The Weekly paper of the New Communist Party of Britain
Week commencing 4th November 2022
The Weekly paper of the New Communist Party of Britain
THE RUSSIANS continue to pound Ukraine with daily rocket and drone attacks as their troops hold the line all along the western front. Civilians are being evacuated from Kherson in anticipation of a new Ukrainian push on the southern provincial capital liberated in the early day of the war and the Russian authorities briefly suspended their participation in the “grain” deal after a Ukrainian attack on the Russian Black Sea Fleet off Sevastopol.
Ukraine is reeling under a hail of drone and missile attacks in the ongoing Russian effort, now into its third week, to degrade the Ukrainian national grid and disrupt its gas supplies. Puppet president Vladimir Zelensky says Russian forces have “seriously damaged” about 40 per cent of Ukraine’s energy infrastructure, in particular thermal power plants and hydroelectric power plants.
The missile strikes on the energy system were called “catastrophic” at an emergency meeting of the puppet government in Kiev last weekend. Power cuts have led to water-rationing and black-outs across the country. The power grid of Ukraine is on the brink of collapse with more than 40 key facilities hit on Saturday and Sunday.
Last week the Russians suspended their participation in the agreement that allowed for safe passage for Ukrainian grain exports across the Black Sea following massive drone attacks on Russian naval and civilian ships involved in the sea corridor. The Kremlin said the Ukrainian attack had been supported by British military advisers and many expected the Russians to mine the sea roads off Odessa in retaliation. But the Kremlin has agreed to restore the humanitarian corridor following appeals from Turkey and the United Nations and a pledge from the Ukrainian side not to use the corridor as a cover for military operations.

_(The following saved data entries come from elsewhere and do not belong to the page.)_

/// A pass as the budget's message names it.
#[derive(Debug, Clone)]
pub struct PassLabel {
    /// Its name ("pass 1", or the config's `name`).
    pub name: String,
    /// Its keys as the config writes them, joined by ` + `.
    pub keys: String,
    /// A sorted-neighbourhood pass (its pairs are bounded by its window).
    pub window: bool,
}

impl MemoryBudget {
    /// Checks the blocking plan's estimate against the budget. Over it, the error names the
    /// pass with the most pairs (its keys and pairs), the estimate and the budget, and says
    /// what to do. `labels` holds one entry per pass of `estimate`, in order.
    pub fn check(&self, estimate: &MemoryEstimate, labels: &[PassLabel]) -> Result<()> {
        if estimate.peak_bytes <= self.bytes {
            return Ok(());
        }
        let worst = estimate
            .pairs_per_pass
            .iter()
            .enumerate()
            .max_by_key(|&(i, &p)| (p, std::cmp::Reverse(i)))
            .and_then(|(i, &p)| labels.get(i).map(|l| (l, p)));
        let advice = match worst {
            Some((l, p)) if p > 0 => {
                let change = if l.window {
                    "narrow the window of"
                } else {
                    "add a key part to"
                };
                format!(
                    "{change} {} (`{}`, {} pairs) or raise --memory-budget",
                    l.name,
                    l.keys,
                    count_text(p as f64)
                )
            }
            // The tables alone are over the budget.
            _ => "raise --memory-budget or link smaller tables".to_string(),
        };
        Err(Error::new(
            ErrorKind::OverBudget,
            format!(
                "the run needs an estimated {} at its peak, over the memory budget of {} ({}): blocking would make at most {} candidate pairs; {advice} (`--memory-budget none` switches the check off)",
                size_text(estimate.peak_bytes),
                size_text(self.bytes),
                self.source,
                count_text(estimate.pairs_bound as f64),
            ),
        ))
    }
}

/// The memory limits the process is under, each once: the cgroup's memory limit (v2
/// `memory.max` or v1 `memory.limit_in_bytes`, the smallest along the process's cgroup path),
/// `MemAvailable` from /proc/meminfo, and the address-space limit (RLIMIT_AS). Empty outside
/// Linux.
pub fn limits() -> Vec<Limit> {
    #[cfg(target_os = "linux")]
    {
        linux::limits()
    }
    #[cfg(not(target_os = "linux"))]
    {
        Vec::new()
    }
}
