/// Candidate weights with the fitted laws' expected counts over them.
fn weight_chart(prep: &Prepared) -> String {
    let w = &prep.weight;
    if w.is_empty() {
        return "<p class=\"note\">no candidate pairs</p>".into();
    }
    let lo = w.iter().copied().fold(f64::INFINITY, f64::min).floor();
    let hi = w
        .iter()
        .copied()
        .fold(f64::NEG_INFINITY, f64::max)
        .ceil()
        .max(lo + 1.0);
    let bins = 48;
    let width = (hi - lo) / bins as f64;
    let observed = histogram(w.iter().copied(), lo, hi, bins);
    let fit = &prep.fit;
    let n = w.len() as f64;
    let (mut m_exp, mut u_exp) = (vec![0.0; bins], vec![0.0; bins]);
    for pat in &prep.counts.patterns {
        let (mut pm, mut pu) = (1.0, 1.0);
        for (k, &l) in pat.iter().enumerate() {
            if l == crate::compare::MISSING_LEVEL {
                pm *= fit.m_missing[k];
                pu *= fit.u_missing[k];
            } else {
                pm *= (1.0 - fit.m_missing[k]) * fit.m[k][l as usize];
                pu *= (1.0 - fit.u_missing[k]) * fit.u[k][l as usize];
            }
        }
        let x = fit.pattern_weight(pat);
        let b = (((x - lo) / width).max(0.0) as usize).min(bins - 1);
        m_exp[b] += n * fit.p * pm;
        u_exp[b] += n * (1.0 - fit.p) * pu;
    }
    let top = observed
        .iter()
        .chain(&m_exp)
        .chain(&u_exp)
        .copied()
        .fold(1.0, f64::max)
        * 2.0;
    svg(640, 320, |root| {
        let mut c = ChartBuilder::on(root)
            .margin(12)
            .x_label_area_size(36)
            .y_label_area_size(56)
            .build_cartesian_2d(lo..hi, (0.5f64..top).log_scale())?;
        c.configure_mesh()
            .x_desc("weight: sum of ln(m/u) over fields")
            .y_desc("pairs (log scale)")
            .y_label_formatter(&|y| format!("{y:.0}"))
            .label_style(font(12))
            .axis_desc_style(font(13))
            .draw()?;
        c.draw_series(
            observed
                .iter()
                .enumerate()
                .filter(|(_, &v)| v > 0.0)
                .map(|(k, &v)| {
                    let x0 = lo + k as f64 * width;
                    Rectangle::new([(x0, 0.5), (x0 + width * 0.92, v)], SAND.filled())
                }),
        )?
        .label("candidate pairs")
        .legend(|(x, y)| Rectangle::new([(x, y - 5), (x + 14, y + 5)], SAND.filled()));
        let mid = |k: usize| lo + (k as f64 + 0.5) * width;
        c.draw_series(LineSeries::new(
            m_exp
                .iter()
                .enumerate()
                .filter(|(_, &v)| v > 0.5)
                .map(|(k, &v)| (mid(k), v)),
            TEAL.stroke_width(3),
        ))?
        .label("fitted true-pair law (m)")
        .legend(|(x, y)| PathElement::new(vec![(x, y), (x + 18, y)], TEAL.stroke_width(3)));
        c.draw_series(LineSeries::new(
            u_exp
                .iter()
                .enumerate()
                .filter(|(_, &v)| v > 0.5)
                .map(|(k, &v)| (mid(k), v)),
            RUST.stroke_width(3),
        ))?
        .label("fitted false-pair law (u)")
        .legend(|(x, y)| PathElement::new(vec![(x, y), (x + 18, y)], RUST.stroke_width(3)));
        c.configure_series_labels()
            .position(SeriesLabelPosition::UpperMiddle)
            .background_style(PAPER)
            .border_style(SAND)
            .label_font(font(12))
            .draw()?;
        Ok(())
    })
}

/// Bars of counts with text labels under them.
fn bar_chart(
    labels: &[String],
    values: &[f64],
    x_desc: &str,
    y_desc: &str,
    colour: RGBColor,
    log: bool,
) -> String {
    svg(640, 260, |root| {
        let n = labels.len().max(1);
        let top = values.iter().copied().fold(1.0, f64::max) * if log { 3.0 } else { 1.15 };
        let lab = labels.to_vec();
        let fmt = move |x: &f64| {
            let k = x.floor() as usize;
            if (x - k as f64 - 0.5).abs() < 1e-6 && k < lab.len() {
                lab[k].clone()
            } else {
                String::new()
            }
        };
        let mut b = ChartBuilder::on(root);
        b.margin(12).x_label_area_size(36).y_label_area_size(56);
        // The same axes and bars for a linear or a log count axis (two coordinate types).
        macro_rules! draw {
            ($c:expr, $base:expr) => {{
                let mut c = $c;
                c.configure_mesh()
                    .disable_x_mesh()
                    .x_labels(n * 2 + 1)
                    .x_label_formatter(&fmt)
                    .x_desc(x_desc)
                    .y_desc(y_desc)
                    .y_label_formatter(&|y| format!("{y:.0}"))
                    .label_style(font(12))
                    .axis_desc_style(font(13))
                    .draw()?;
                c.draw_series(values.iter().enumerate().filter(|(_, &v)| v > 0.0).map(
                    |(k, &v)| {
                        Rectangle::new(
                            [(k as f64 + 0.12, $base), (k as f64 + 0.88, v)],
                            colour.filled(),
                        )
                    },
                ))?;
            }};
        }
        if log {
            draw!(
                b.build_cartesian_2d(0f64..n as f64, (0.5f64..top).log_scale())?,
                0.5
            );
        } else {
            draw!(b.build_cartesian_2d(0f64..n as f64, 0f64..top)?, 0.0);
        }
        Ok(())
    })
}

const STYLE: &str = r#"
:root { --ink:#1d2b3a; --teal:#1f6f68; --rust:#a84a24; --sand:#d9c9a8; --paper:#fbf8f1; --line:#c9bfae; }
* { box-sizing: border-box; }
body { margin:0; background:var(--paper); color:var(--ink); font:16px/1.5 Georgia, "DejaVu Serif", serif; }
header { padding:28px 40px 18px; border-bottom:6px double var(--line); }
header h1 { margin:0; font:600 30px/1.2 "DejaVu Sans", Verdana, sans-serif; letter-spacing:.02em; }
header p { margin:4px 0 0; }
main { max-width:1040px; margin:0 auto; padding:10px 40px 40px; }
section { margin:26px 0; }
h2 { font:600 20px/1.3 "DejaVu Sans", Verdana, sans-serif; border-left:8px solid var(--teal); padding-left:10px; }
.tiles { display:grid; grid-template-columns:repeat(4, 1fr); gap:12px; }
.tile { border:1px solid var(--line); background:#fff; padding:10px 14px; }
.tile b { display:block; font:600 24px/1.2 "DejaVu Sans", Verdana, sans-serif; }
.verdict { padding:14px 18px; border:2px solid var(--ink); background:#fff; }
.verdict.feasible { border-color:var(--teal); }
.verdict.borderline { border-color:#7a5b12; }
.verdict.infeasible { border-color:var(--rust); }
.verdict strong { font:700 22px/1.2 "DejaVu Sans", Verdana, sans-serif; text-transform:uppercase; }
table { border-collapse:collapse; width:100%; background:#fff; font-size:14px; }
th, td { border:1px solid var(--line); padding:4px 8px; text-align:left; vertical-align:top; }
th { background:#efe7d6; }
td.num { text-align:right; font-variant-numeric: tabular-nums; white-space:nowrap; }
.caution { border:2px solid var(--rust); background:#fff; padding:12px 18px; }
.note { font-style:italic; }
h3 { font:600 16px/1.3 "DejaVu Sans", Verdana, sans-serif; margin:18px 0 6px; }
.small { font-size:14px; }
.serious { border:3px solid var(--rust); background:#fff3ee; padding:6px 18px; margin-bottom:10px; }
.serious b { color:var(--rust); }
ul.warn { border-left:4px solid var(--sand); padding:6px 10px 6px 34px; background:#fff; }
ol.steps { background:#fff; border:1px solid var(--line); padding:10px 18px 10px 40px; }
ol.steps li { margin:4px 0; }
.stopped { border:3px solid var(--rust); background:#fff; padding:4px 18px; }
table.estimates, table.terms { margin-top:12px; }
.hash { font:12px/1.4 "DejaVu Sans Mono", monospace; overflow-wrap:anywhere; }
td.path { overflow-wrap:anywhere; }
tr.total td { font-weight:600; border-top:2px solid var(--ink); }
table.review td.status { font-size:13px; }
table.review td.value { white-space:nowrap; }
table.review tr.linked td.status { color:var(--teal); font-weight:600; }
table.review tr.not-linked td.status { color:var(--rust); }
code { font:14px "DejaVu Sans Mono", monospace; }
svg { max-width:100%; height:auto; display:block; }
@media print { body { background:#fff; } header { border-bottom:2px solid #000; } section { break-inside: avoid; } .tile, .verdict, .caution, table { background:#fff; } }
"#;

/// One scheme of an earlier `dovetail tune` run, as read back from tune.csv.
#[derive(Debug, Clone, serde::Deserialize)]
pub struct TuneRow {
    /// Scheme label.
    pub scheme: String,
    /// Candidate pairs.
    pub pairs: usize,
    /// The false degree.
    pub d: f64,
    /// Estimated pair completeness.
    pub completeness: f64,
    /// Forecast error, when computed.
    pub forecast_error: Option<f64>,
    /// completeness x (1 - forecast error).
    pub expected_correct: f64,
}

/// Completeness and expected correct links per scheme: the blocking trade-off.
fn tune_chart(rows: &[TuneRow]) -> String {
    svg(640, 280, |root| {
        let n = rows.len().max(1);
        let mut c = ChartBuilder::on(root)
            .margin(12)
            .x_label_area_size(36)
            .y_label_area_size(56)
            .build_cartesian_2d(0f64..n as f64, 0f64..105f64)?;
        c.configure_mesh()
            .disable_x_mesh()
            .x_labels(n * 2 + 1)
            .x_label_formatter(&|x| {
                let k = x.floor() as usize;
                if (x - k as f64 - 0.5).abs() < 1e-6 {
                    format!("scheme {}", k + 1)
                } else {
                    String::new()
                }
            })
            .y_desc("% of true pairs")
            .label_style(font(12))
            .axis_desc_style(font(13))
            .draw()?;
        c.draw_series(rows.iter().enumerate().map(|(k, r)| {
            Rectangle::new(
                [
                    (k as f64 + 0.1, 0.0),
                    (k as f64 + 0.48, r.completeness * 100.0),
                ],
                TEAL.filled(),
            )
        }))?
        .label("pair completeness")
        .legend(|(x, y)| Rectangle::new([(x, y - 5), (x + 14, y + 5)], TEAL.filled()));
        c.draw_series(rows.iter().enumerate().map(|(k, r)| {
            Rectangle::new(
                [
                    (k as f64 + 0.52, 0.0),
                    (k as f64 + 0.9, r.expected_correct * 100.0),
                ],
                INK.filled(),
            )
        }))?
        .label("expected linked correctly")
        .legend(|(x, y)| Rectangle::new([(x, y - 5), (x + 14, y + 5)], INK.filled()));
        c.configure_series_labels()
            .position(SeriesLabelPosition::LowerRight)
            .background_style(PAPER)
            .border_style(SAND)
            .label_font(font(12))
            .draw()?;
        Ok(())
    })
}

/// Everything the page shows besides the run itself.
pub struct Context<'a> {
    /// The prepared run.
    pub prep: &'a Prepared,
    /// Its linkage.
    pub linkage: &'a Linkage,
    /// The pairs of review.csv, most useful first.
    pub review: &'a [usize],
    /// An earlier `dovetail tune` run's table, if any.
    pub tune: Option<&'a [TuneRow]>,
    /// Every record's outcome; None when `stop_if_infeasible` stopped the run and no link
    /// file was written.
    pub outcomes: Option<&'a super::Outcomes>,
    /// What to do next.
    pub next_steps: &'a [String],
    /// The run date (RFC 3339, UTC).
    pub run_date: &'a str,
}

/// Escapes plain text and shows each `quoted` name (between backticks) as code.
fn prose(text: &str) -> String {
    let mut out = String::new();
    for (k, part) in escape(text).split('`').enumerate() {
        if k % 2 == 1 {
            let _ = write!(out, "<code>{part}</code>");
        } else {
            out.push_str(part);
        }
    }
    // An unpaired backtick would leave a code span open: fall back to the plain text.
    if text.matches('`').count() % 2 == 1 {
        return escape(text);
    }
    out
}

/// A table row of text cells (each escaped); cells starting with `#` are numbers (aligned
/// right, the `#` dropped).
fn row(h: &mut String, cells: &[&str]) {
    h.push_str("<tr>");
    for c in cells {
        match c.strip_prefix('#') {
            Some(n) => {
                let _ = write!(h, "<td class=\"num\">{}</td>", escape(n));
            }
            None => {
                let _ = write!(h, "<td>{}</td>", escape(c));
            }
        }
    }
    h.push_str("</tr>");
}

fn head_row(h: &mut String, cells: &[&str]) {
    h.push_str("<tr>");
    for c in cells {
        let _ = write!(h, "<th>{c}</th>");
    }
    h.push_str("</tr>");
}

Meanwhile in Moscow the Russian government is considering restoring the old Soviet State Planning Committee to boost production. This new “GosPlan 2” committee would, however, be limited to state security and the defence sector as the post-Soviet bourgeois Russian constitution specifically states that the economy must adhere to market principles.
Russian communists, however, say that strategic planning is the key factor in developing the economy.
Yuri Afonin, the deputy leader of the Communist Party of the Russian Federation (CPRF), told viewers on Russia-1 TV that: “A strong economy is the basis for victory at the front, for strengthening defence capability and for future development.
“We must think and calculate our steps for years to come to avoid situations like the freezing of Russian gold and foreign exchange reserves in the West that so shocked our liberal economists in high positions. They say, this is not according to the rules of the world. We must understand that now there are no rules in the world.”
Back in the Donbas, Donetsk communists are working hard to speed their merger with the CPRF now that the Donetsk People’s Republic (DPR) has joined the Russian Federation. Although the Donetsk communists backed the anti-fascist revolt that led to the establishment of the DPR in 2014, the communists were squeezed out of the DPR parliament by petty, sectarian politicians who constantly blocked the Donetsk communists from campaigning on their own independent platform.
Now the DPR, which retains its full name, comes under the constitution of the Russian Federation and these sectarian ploys no longer work.
The Communist Party of the DPR will become a regional branch of the CPRF and preparations for its founding conference are now in full swing.